Predictor in Thoth’s adviser

Two main components in Thoth’s adviser are Resolver and Predictor. This section discusses about the latter one. Predictor abstraction was introduced to guide resolver in expansion of states (performing steps until a final state is reached). This guidance can have two main purposes:

  • Expand states that are the most promising ones to be used by users - used for recommending software stacks in adviser

  • Expand states for which Thoth has no observation about - used for filling Thoth’s knowledge base using Dependency Monkey and Amun

Note

The introductory section discusses about intuition behind Thoth’s adviser resolver that is based on two core components - Predictor and Resolver. The resolution is treated as a Markov Decision Process (MDP). See Introduction section on more info and intuition behind MDP in the resolver’s implementation.

The two main purposes above make Thoth a self-learning system.

Implementing a predictor

To implement a predictor, you need to derive from Predictor class and implement at least the run method:

import attr

from thoth.adviser import Beam
from thoth.adviser import Context
from thoth.adviser import Predictor
from thoth.adviser import State


@attr.s(slots=True)
class MyPredictor(Predictor):
    """An example predictor implementation."""

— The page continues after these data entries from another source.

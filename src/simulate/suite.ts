/**
 * The built-in scenarios used by the detection benchmark and the tests. Every one is invented: the numbers are
 * plausible shapes for latency and payload-size streams, not measurements of any real system.
 * Lengths are parameters: `events` per stream and `changeAt`, the stream-local index where the change happens.
 */
import type { ComponentSpec, MixtureSpec } from './families.js';
import { DEFAULT_START, type ChangeSpec, type Scenario, type StreamSpec } from './scenario.js';

export interface SuiteOptions {
  /** Events per stream (default 20 000). */
  events?: number;
  /** Stream-local event index of the change (default: half of events). */
  changeAt?: number;
  /** Events per second of event time (default 200). */
  rate?: number;
}

export interface SuiteEntry {
  description: string;
  build(options?: SuiteOptions): Scenario;
}

const LN = Math.log;
const fast: ComponentSpec = { family: 'lognormal', meanlog: LN(40), sdlog: 0.25 };
const db: ComponentSpec = { family: 'lognormal', meanlog: LN(180), sdlog: 0.3 };
const slow: ComponentSpec = { family: 'lognormal', meanlog: LN(900), sdlog: 0.2 };
const twoModes: MixtureSpec = { weights: [0.8, 0.2], components: [fast, db] };
/** A wide distribution for scattered outliers: median 150 ms, spanning microseconds to minutes. */
const wide: ComponentSpec = { family: 'lognormal', meanlog: LN(150), sdlog: 2 };

function resolve(o: SuiteOptions = {}): { events: number; changeAt: number; rate: number } {
  const events = o.events ?? 20_000;
  if (!Number.isInteger(events) || events < 2) throw new Error(`events must be an integer >= 2, got ${events}`);
  const changeAt = o.changeAt ?? Math.floor(events / 2);
  if (!Number.isInteger(changeAt) || changeAt < 0 || changeAt >= events) throw new Error(`changeAt must be an integer in [0, ${events}), got ${changeAt}`);
  const rate = o.rate ?? 200;
  if (!(rate > 0)) throw new Error(`rate must be > 0, got ${rate}`);
  return { events, changeAt, rate };
}

function stream(name: string, initial: MixtureSpec, changes: ChangeSpec[], o: { events: number; rate: number }): StreamSpec {
  return {
    name,
    start: DEFAULT_START,
    rate: o.rate,
    gaps: 'exponential',
    count: o.events,
    initial: { weights: initial.weights.slice(), components: initial.components.map((c) => ({ ...c })) },
    changes,
  };
}

function latency(name: string, description: string, initial: MixtureSpec, changes: (at: number, events: number) => ChangeSpec[]): SuiteEntry {
  return {
    description,
    build(options) {
      const o = resolve(options);
      return { name, description, streams: [stream('checkout-latency-ms', initial, changes(o.changeAt, o.events), o)] };
    },
  };
}

const PAYLOAD_DESCRIPTION =
  'Invented response payload sizes (bytes): a gamma mode near 480 B (60%), a gamma mode near 4.2 KB (35%) and a Pareto tail from 20 KB (5%); the tail grows to 15%.';
const BAD_INPUT_DESCRIPTION =
  'Invented: two latency streams (checkout, search), interleaved, stationary, with 0.2% malformed lines of every kind and 0.05% outliers; for testing rejection counting.';

export const SCENARIOS: Record<string, SuiteEntry> = {
  'latency-stationary': latency(
    'latency-stationary',
    'Invented checkout latency (ms): a cache-served mode near 40 ms carrying 80% and a database mode near 180 ms; nothing changes.',
    twoModes,
    () => [],
  ),
  'latency-stationary-outliers': latency(
    'latency-stationary-outliers',
    'Invented checkout latency as in latency-stationary, with 0.05% scattered outliers from a wide log-normal (median 150 ms, sdlog 2); nothing changes.',
    twoModes,
    (_at, events) => [{ kind: 'outliers', at: 0, until: events, fraction: 0.0005, component: wide }],
  ),
  'latency-new-slow-mode': latency(
    'latency-new-slow-mode',
    'Invented checkout latency; a new slow mode near 900 ms appears with 3% of the events.',
    twoModes,
    (at) => [{ kind: 'appear', at, component: slow, weight: 0.03 }],
  ),
  'latency-mode-in-gap': latency(
    'latency-mode-in-gap',
    'Invented checkout latency; a new mode near 85 ms appears in the gap between the 40 ms and 180 ms modes with 8% of the events.',
    twoModes,
    (at) => [{ kind: 'appear', at, component: { family: 'lognormal', meanlog: LN(85), sdlog: 0.12 }, weight: 0.08 }],
  ),
  'latency-mode-vanishes': latency(
    'latency-mode-vanishes',
    'Invented checkout latency with three modes (40 ms 76%, 180 ms 19%, 900 ms 5%); the 900 ms mode vanishes.',
    { weights: [0.76, 0.19, 0.05], components: [fast, db, slow] },
    (at) => [{ kind: 'vanish', at, component: 2 }],
  ),
  'latency-weight-shift': latency(
    'latency-weight-shift',
    'Invented checkout latency; the weights of the 40 ms and 180 ms modes move from 80/20 to 60/40.',
    twoModes,
    (at) => [{ kind: 'weights', at, weights: [0.6, 0.4] }],
  ),
  'latency-location-shift': latency(
    'latency-location-shift',
    'Invented checkout latency; the main (40 ms) mode moves up by one of its standard deviations on the log scale (0.25, to about 51 ms).',
    twoModes,
    (at) => [{ kind: 'shift', at, component: 0, to: LN(40) + 0.25 }],
  ),
  'latency-drift': latency(
    'latency-drift',
    'Invented checkout latency; the main (40 ms) mode drifts up by two of its log-scale standard deviations (to about 66 ms) over a quarter of the stream.',
    twoModes,
    (at, events) => [{ kind: 'drift', at, component: 0, to: LN(40) + 0.5, over: Math.max(1, Math.floor(events / 4)) }],
  ),
  'payload-size-shift': {
    description: PAYLOAD_DESCRIPTION,
    build(options) {
      const o = resolve(options);
      const initial: MixtureSpec = {
        weights: [0.6, 0.35, 0.05],
        components: [
          { family: 'gamma', shape: 8, scale: 60 },
          { family: 'gamma', shape: 6, scale: 700 },
          { family: 'pareto', scale: 20_000, shape: 2.5 },
        ],
      };
      return {
        name: 'payload-size-shift',
        description: PAYLOAD_DESCRIPTION,
        streams: [stream('api-payload-bytes', initial, [{ kind: 'weights', at: o.changeAt, weights: [0.5, 0.35, 0.15] }], o)],
      };
    },
  },
  'latency-bad-input': {
    description: BAD_INPUT_DESCRIPTION,
    build(options) {
      const o = resolve(options);
      const noise = (events: number): ChangeSpec[] => [
        { kind: 'badLines', at: 0, until: events, fraction: 0.002 },
        { kind: 'outliers', at: 0, until: events, fraction: 0.0005, component: wide },
      ];
      return {
        name: 'latency-bad-input',
        description: BAD_INPUT_DESCRIPTION,
        streams: [
          stream('checkout-latency-ms', twoModes, noise(o.events), o),
          stream('search-latency-ms', { weights: [0.7, 0.3], components: [{ family: 'lognormal', meanlog: LN(25), sdlog: 0.3 }, { family: 'lognormal', meanlog: LN(120), sdlog: 0.35 }] }, noise(o.events), { ...o, rate: o.rate / 2 }),
        ],
      };
    },
  },
};

export const SCENARIO_NAMES: readonly string[] = Object.keys(SCENARIOS);

export function buildScenario(name: string, options?: SuiteOptions): Scenario {
  const e = SCENARIOS[name];
  if (e === undefined) throw new Error(`unknown scenario ${JSON.stringify(name)}; built-in scenarios: ${SCENARIO_NAMES.join(', ')}`);
  return e.build(options);
}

    def run(self, context: Context, beam: Beam) -> Tuple[State, str]:
        """Main entry-point for predictor implementation."""
        state = next(context.iter_states())
        return state, next(iter(state.unresolved_dependencies))

The main method - run - accepts two parameters - context (adviser’s context) and a beam. The beam is used as a pool of (not final) states that are about to be resolved. The main goal of predictor is to return a state present in the beam and package that should be resolved from the returned state. The state will be expanded in the next resolver round by resolving the returned package. The package is resolved by retrieving all the direct dependencies of that dependency in different versions and new states are generated out of all the combinations of packages in different versions that can occur – if such transition is valid based on Python ecosystem dependency resolving; and dependencies are accepted by pipeline sieves and steps.

Warning

Predictor does not adjust any properties stored in the context or beam!

The state and package considered for the next resolution have to stay in the beam.

The example implementation above always expands the first state in the beam by resolving direct dependencies of the first package stored in State.unresolved_dependencies. Note there is no guarantee on order of states in the beam, unless sorted states are requested.

The beam will always hold at least one state. With at least one unresolved dependency.

Note

Raising exception EagerStopPipeline will stop the resolution process.

Raising any other exception has undefined behaviour.

Another example shows expansion of a random state and iteration over all the states present in the beam:

def run(self, context: Context, beam: Beam) -> int:
    # Could be simplified to:
    #   return random.randint(0, beam.size - 1)
    for idx, state in enumerate(beam.iter_states()):
        if random.choice((True, False)):
            return state, random.choice(list(state.unresolved_dependencies))

    # Fallback to the first state.
    return beam.get(0)

The predictor can keep already computed results in its state, but note there is no guarantee on index preserving and order in which states are stored in the beam. It’s also recommended to use Beam.iter_new_added_states to check newly added states between predictor runs. Note the state returned is always removed from the beam.

Note

Order of states in the beam can change across predictor invocations. Use id for checking identity and possible hashing of states in predictor’s internal structures to optimize time spent in predictor.

Predictor attributes and methods

The predictor implementation should not use any non-default attributes as the constructor is called without any parameters. If any adjustment is desired, a user can implement Predictor.pre_run method that is called with initialized adviser context before the stack generation pipeline is triggered:

def pre_run(self, context: Context) -> None:
    """Implement any pre-run initialization here."""

Predictor is instantiated only once per resolver - if resolution is run multiple times on the same resolver instance, it reuses already instantiated pipeline units and predictor. A proper implementation of pipeline units and resolver use the pre_run method to initialize any internal state before resolution.

Additional methods that can be provided are:

See Adaptive Simulated Annealing as an example of a predictor that samples state space or performs hill climbing.